A year after Dr. Edelin was convicted and sentenced, the Supreme Judicial Court overturned the verdict, ruling that he had "committed no wanton or reckless acts in carrying out the medical procedures."
Dr. Edelin later served as chairman of the Planned Parenthood Federation of America, which in 2008 presented him with the Margaret Sanger Award, its highest honor. The organization called him "one of the heroes of the reproductive rights movement.''
Dr. Edelin's wife, Barbara, said she sent an e-mail to friends as his health was failing and noted that although he was best known "for his prochoice activities, Ken was so much more of a fighter for the poor and for African-American women and for the disadvantaged."

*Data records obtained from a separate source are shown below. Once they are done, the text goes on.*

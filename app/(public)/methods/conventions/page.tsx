import type { Metadata } from 'next';
import Link from 'next/link';
import { conventionGroups } from '@/lib/explain/conventions/convention';
import { groupTitles } from '@/lib/explain/conventions/conventions';
import { PageContents } from '../page-contents';
import { Trail } from '../trail';
import { GroupTable } from './group-table';

export const metadata: Metadata = { title: 'Conventions', description: 'What else can be meant by the same words, what that does to a number, and how a file shows it.' };

export default function Conventions() {
  return (
    <div className="wrap pt-10">
      <Trail here="conventions" />
      <h1>Conventions</h1>
      <div className="prose mt-3">
        <p>Two groups can mean different things by the same words and get different numbers from the same files. Each row is one such convention: what can be meant, what the other meaning does to a number, how often it is met, and how a file shows it. What this house means stands under <Link href="/methods/house-conventions">house conventions</Link>; a claim that declares its settings leaves less open.</p>
        <p>Where a claim differs, the server looks through these rows for a reading under which it would agree; a row that it does not try says why. A <Link href="/methods/glossary#candidate">candidate</Link> is a hint to people: a number alone cannot say what its authors meant, and several rows give the same factor. Sizes that say what they were measured on are recomputed by the tests on the closed-form signals of the demonstration; the others are the plain factor, or what is usually met.</p>
        <p>Some of it shows in the files themselves. When an author adds a file, its samples, its head or its noise column are held against what stands beside it: which way (2,2) turns, how fast its frequency rises, how large it is beside the post-Newtonian amplitude, how modes of m &lt; 0 mirror their partners, what the head says of masses and spins, and how a noise column compares with the built-in curves in five octaves, or by its size and slope. Each <Link href="/methods/glossary#guess">guess</Link> is told with its reason and a confidence, which is a judgement and no computed probability. Where samples or a noise column speak against a declaration with a confidence of 0.8 or more, the search takes it for evidence and gives its reason beside the candidate. A guess moves no number: the author confirms it, and the word is then declared; or sets it aside, and it stays assumed. Referees see which it was.</p>
        <p>A <b>factor</b> multiplies a number that is there; <b>another run</b> computes it again with other settings; an <b>exchange</b> reads a file or a label as something else.</p>
      </div>
      <div className="mt-4"><PageContents entries={conventionGroups.map((group) => ({ id: group, label: groupTitles[group] }))} across /></div>
      {conventionGroups.map((group) => <GroupTable key={group} group={group} />)}
    </div>
  );
}
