'use client';
import type { ReactNode } from 'react';
import { Button, type ButtonSize, type ButtonTone } from '@/app/_ui/primitives/button';
import { Notice } from '@/app/_ui/primitives/notice';
import type { ActionResult } from '@/lib/http/define-action';
import { useAct } from './use-act';

/** What stood in the way of the reader's own act. */
export function Trouble({ trouble }: { readonly trouble: readonly string[] | null }) {
  if (!trouble) return null;
  return (
    <Notice kind="stop" live="alert" word="Not done">
      {trouble.map((sentence) => <p key={sentence}>{sentence}</p>)}
    </Notice>
  );
}

interface ActButtonProps<I> {
  readonly act: (input: I) => Promise<ActionResult<unknown>>;
  readonly input: I;
  readonly busy: string;
  readonly tone?: ButtonTone;
  readonly size?: ButtonSize;
  readonly children: ReactNode;
}

/** One act, one button: what it does is said while it does it, and what stood in the way stays beneath it. */
export function ActButton<I>({ act, input, busy, tone, size, children }: ActButtonProps<I>) {
  const state = useAct(act);
  return (
    <span className="inline-grid gap-2">
      <Button tone={tone} size={size} busy={state.busy ? busy : null} onClick={() => void state.run(input)}>{children}</Button>
      <Trouble trouble={state.trouble} />
    </span>
  );
}
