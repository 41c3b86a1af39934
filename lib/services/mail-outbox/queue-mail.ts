import { randomUUID } from 'node:crypto';
import type { Transaction } from '@/db/client';
import { isDeclined } from '@/db/reads/accounts/account';
import { writeMail } from '@/db/writes/outbox/write-mail';
import { enqueue } from '@/lib/jobs/enqueue';
import { appOrigin } from './app-origin';
import type { Letter } from './letters';

/**
 * Mail goes through an outbox: written in the transaction of the act that causes it, sent by the
 * worker afterwards, however long a mail server is away. Headers say nothing but an id of its own.
 * False when its reader does not want letters of this kind.
 */
export async function queueMail(tx: Transaction, to: string, dedupeKey: string, { kind, subject, body }: Letter): Promise<boolean> {
  if (kind && (await isDeclined(tx, to, kind))) return false;
  const host = new URL(appOrigin()).hostname;
  await writeMail(tx, { to, subject, body, dedupeKey, messageId: `<${randomUUID()}@${host}>` });
  await enqueue(tx, 'deliver-outbox', {}, { key: 'deliver-outbox' });
  return true;
}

She added that her husband led a more complex and nuanced life than a quick glance at his place in history revealed.
"He was funny, he was creative, he wrote poetry, he was a great friend," she said. "And he was a teacher and mentor for many medical students, particularly for students at historically black colleges. I think his legacy is much more than what people know about from the trial."
Prior to the trial and afterward, Dr. Edelin held roles that were groundbreaking, prominent, or both. He was the first African-American to be named chief resident of Boston City Hospital's obstetrics and gynecology department.
In subsequent years, Dr. Edelin chaired the obstetrics and gynecology department at the Boston University School of Medicine and was director of obstetrics and gynecology at Boston City Hospital and gynecologist in chief at Boston University Hospital. He also was associate dean for student and minority affairs at BU's School of Medicine, working to bring minority students into the school.
Dr. Edelin grew up in Washington, D.C., one of four children born to Benedict Edelin, a postal worker, and the former Ruby Goodwin.
Still a boy when his mother died of breast cancer, "he decided then that he had to do something to make the world better for women."
"It was definitely personal, his career path," his wife said.
"She was it," Dr. Edelin told the Globe in 2007, recalling his mother's death. "She was the center."
He said she showed him a mastectomy scar after surgery, and in later years he wondered: "Why would she show an 11-year-old her scar? I think she wanted me to understand."
Dr. Edelin went to a segregated elementary school in Washington before attending the private Stockbridge School in Massachusetts on a scholarship. After graduating from Columbia University in New York City in 1961, he returned to teach at Stockbridge School before attending Meharry Medical College in Nashville, from which he graduated in 1967.
Dr. Edelin's marriage to Ramona Hoage, with whom he had two children, ended in divorce.
He met Barbara Evans on a blind date at a Super Bowl party during his manslaughter trial, "so he was a little busy," she recalled with a chuckle. He had to leave early to meet with his lawyer to discuss strategy for the next day, and they did not see each other again for a long time. They married in 1978.
A service will be announced for Dr. Edelin, who in addition to his wife leaves two sons, Kenneth Jr. of Middleton, Del., and Joseph of Atlanta; two daughters, Kimberley Edelin Freeman of Washington, D.C., and Corinne of Atlanta; a brother, Milton of Piedmont, Calif.; a sister, Norma Johnson of Wappingers Falls, N.Y.; and, eight grandchildren.
Among Dr. Edelin's extended family is Jeh C. Johnson, the secretary of homeland security.
Remaining a prominent voice in the abortion debate, Dr. Edelin wrote in a Globe opinion piece in 2007 that "banning legal abortions would force desperate women to seek illegal abortions, to submit to dangerous procedures, often at great expense, and result in the deaths of many of them. This burden would fall disproportionately, as it did before Roe, on the poor women of our country."
Regarding his own case, the sting never lessened with time.
In 1988, he told the Globe that "the prosecution was vicious and unnecessary and personal. I'm still very angry at people who instigated it, who prolonged it, who profited from it. And I will be for a very long time."